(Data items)
====
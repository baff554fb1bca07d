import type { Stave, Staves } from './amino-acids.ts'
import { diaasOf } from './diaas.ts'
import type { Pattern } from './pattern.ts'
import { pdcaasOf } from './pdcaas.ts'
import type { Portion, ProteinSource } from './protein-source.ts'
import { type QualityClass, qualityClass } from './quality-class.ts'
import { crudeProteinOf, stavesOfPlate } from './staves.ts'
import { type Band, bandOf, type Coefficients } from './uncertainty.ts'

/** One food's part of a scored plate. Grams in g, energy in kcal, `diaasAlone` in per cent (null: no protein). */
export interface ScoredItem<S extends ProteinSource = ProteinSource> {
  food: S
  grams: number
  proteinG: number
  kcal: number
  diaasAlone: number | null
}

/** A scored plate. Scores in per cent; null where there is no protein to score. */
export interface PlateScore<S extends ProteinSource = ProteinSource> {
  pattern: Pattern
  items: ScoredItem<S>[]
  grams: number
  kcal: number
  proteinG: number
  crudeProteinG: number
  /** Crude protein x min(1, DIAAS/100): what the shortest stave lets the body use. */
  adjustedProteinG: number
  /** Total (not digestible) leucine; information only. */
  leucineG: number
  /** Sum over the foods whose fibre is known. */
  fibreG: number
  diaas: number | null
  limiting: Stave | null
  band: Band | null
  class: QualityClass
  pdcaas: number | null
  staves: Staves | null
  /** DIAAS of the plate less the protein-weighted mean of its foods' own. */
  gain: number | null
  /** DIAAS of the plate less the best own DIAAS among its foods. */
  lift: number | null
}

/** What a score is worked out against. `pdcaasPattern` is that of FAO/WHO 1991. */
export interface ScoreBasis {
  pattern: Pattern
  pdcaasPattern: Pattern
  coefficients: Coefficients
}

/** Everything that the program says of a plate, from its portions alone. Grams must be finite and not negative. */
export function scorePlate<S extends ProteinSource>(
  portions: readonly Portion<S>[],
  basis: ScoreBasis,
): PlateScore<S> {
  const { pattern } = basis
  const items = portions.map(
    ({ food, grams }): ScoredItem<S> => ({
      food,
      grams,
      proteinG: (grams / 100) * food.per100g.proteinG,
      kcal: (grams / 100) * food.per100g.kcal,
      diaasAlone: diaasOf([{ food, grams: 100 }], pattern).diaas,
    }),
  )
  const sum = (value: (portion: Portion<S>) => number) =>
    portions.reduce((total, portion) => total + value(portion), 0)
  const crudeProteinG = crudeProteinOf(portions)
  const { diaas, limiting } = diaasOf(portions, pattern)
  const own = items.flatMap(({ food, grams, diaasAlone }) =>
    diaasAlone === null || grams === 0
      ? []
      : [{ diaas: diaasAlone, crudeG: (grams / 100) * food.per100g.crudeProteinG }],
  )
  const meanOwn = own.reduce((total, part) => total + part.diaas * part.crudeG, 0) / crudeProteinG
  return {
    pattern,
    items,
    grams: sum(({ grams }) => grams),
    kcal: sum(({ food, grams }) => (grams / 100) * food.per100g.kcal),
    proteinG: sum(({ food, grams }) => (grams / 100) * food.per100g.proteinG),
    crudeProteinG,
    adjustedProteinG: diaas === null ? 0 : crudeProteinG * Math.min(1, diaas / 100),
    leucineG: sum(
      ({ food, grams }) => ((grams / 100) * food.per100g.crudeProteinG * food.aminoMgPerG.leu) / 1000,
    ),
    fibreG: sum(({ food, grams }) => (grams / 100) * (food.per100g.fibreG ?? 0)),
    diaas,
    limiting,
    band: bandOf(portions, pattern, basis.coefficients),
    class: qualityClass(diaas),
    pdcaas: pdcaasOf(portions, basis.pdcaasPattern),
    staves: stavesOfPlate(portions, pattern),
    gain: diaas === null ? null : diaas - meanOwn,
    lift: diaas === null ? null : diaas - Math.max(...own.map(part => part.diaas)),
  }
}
====
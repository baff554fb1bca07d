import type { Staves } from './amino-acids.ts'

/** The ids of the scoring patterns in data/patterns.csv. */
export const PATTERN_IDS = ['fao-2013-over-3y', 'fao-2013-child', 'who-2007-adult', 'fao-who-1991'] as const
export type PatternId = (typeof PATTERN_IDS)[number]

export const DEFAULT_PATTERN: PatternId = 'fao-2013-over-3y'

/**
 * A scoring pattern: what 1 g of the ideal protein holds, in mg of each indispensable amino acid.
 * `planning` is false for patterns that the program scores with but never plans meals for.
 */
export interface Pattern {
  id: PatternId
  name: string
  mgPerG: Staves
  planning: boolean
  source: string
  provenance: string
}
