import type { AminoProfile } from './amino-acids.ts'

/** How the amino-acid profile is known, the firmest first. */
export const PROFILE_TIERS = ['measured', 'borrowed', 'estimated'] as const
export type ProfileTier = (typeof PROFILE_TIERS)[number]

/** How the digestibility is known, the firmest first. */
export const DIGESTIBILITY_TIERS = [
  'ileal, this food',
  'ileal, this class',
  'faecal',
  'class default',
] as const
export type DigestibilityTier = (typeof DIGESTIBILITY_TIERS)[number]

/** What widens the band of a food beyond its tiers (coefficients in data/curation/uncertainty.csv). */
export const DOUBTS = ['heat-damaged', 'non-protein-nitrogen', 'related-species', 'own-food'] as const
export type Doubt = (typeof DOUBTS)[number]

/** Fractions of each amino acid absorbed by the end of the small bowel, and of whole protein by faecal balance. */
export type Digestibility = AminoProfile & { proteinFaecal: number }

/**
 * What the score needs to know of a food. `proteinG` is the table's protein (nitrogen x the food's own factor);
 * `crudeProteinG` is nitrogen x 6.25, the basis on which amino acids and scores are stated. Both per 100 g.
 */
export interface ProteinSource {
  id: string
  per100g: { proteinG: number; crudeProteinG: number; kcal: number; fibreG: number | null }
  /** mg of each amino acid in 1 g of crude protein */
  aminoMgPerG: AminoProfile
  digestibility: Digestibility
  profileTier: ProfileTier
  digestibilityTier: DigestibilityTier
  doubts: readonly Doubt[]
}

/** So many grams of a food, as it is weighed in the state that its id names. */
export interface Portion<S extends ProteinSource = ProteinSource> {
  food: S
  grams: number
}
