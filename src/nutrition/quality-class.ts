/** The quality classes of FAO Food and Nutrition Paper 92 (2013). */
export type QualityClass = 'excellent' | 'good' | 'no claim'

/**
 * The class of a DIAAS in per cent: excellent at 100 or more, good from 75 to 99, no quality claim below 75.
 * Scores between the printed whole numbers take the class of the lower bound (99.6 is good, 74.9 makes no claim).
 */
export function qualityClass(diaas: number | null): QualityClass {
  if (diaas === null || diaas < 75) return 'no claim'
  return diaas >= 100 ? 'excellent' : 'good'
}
====
Scan the entries and show every line in which the word "pdcaasPattern" is found.

/** What a score is worked out against. `pdcaasPattern` is that of FAO/WHO 1991. */
  pdcaasPattern: Pattern
    pdcaas: pdcaasOf(portions, basis.pdcaasPattern),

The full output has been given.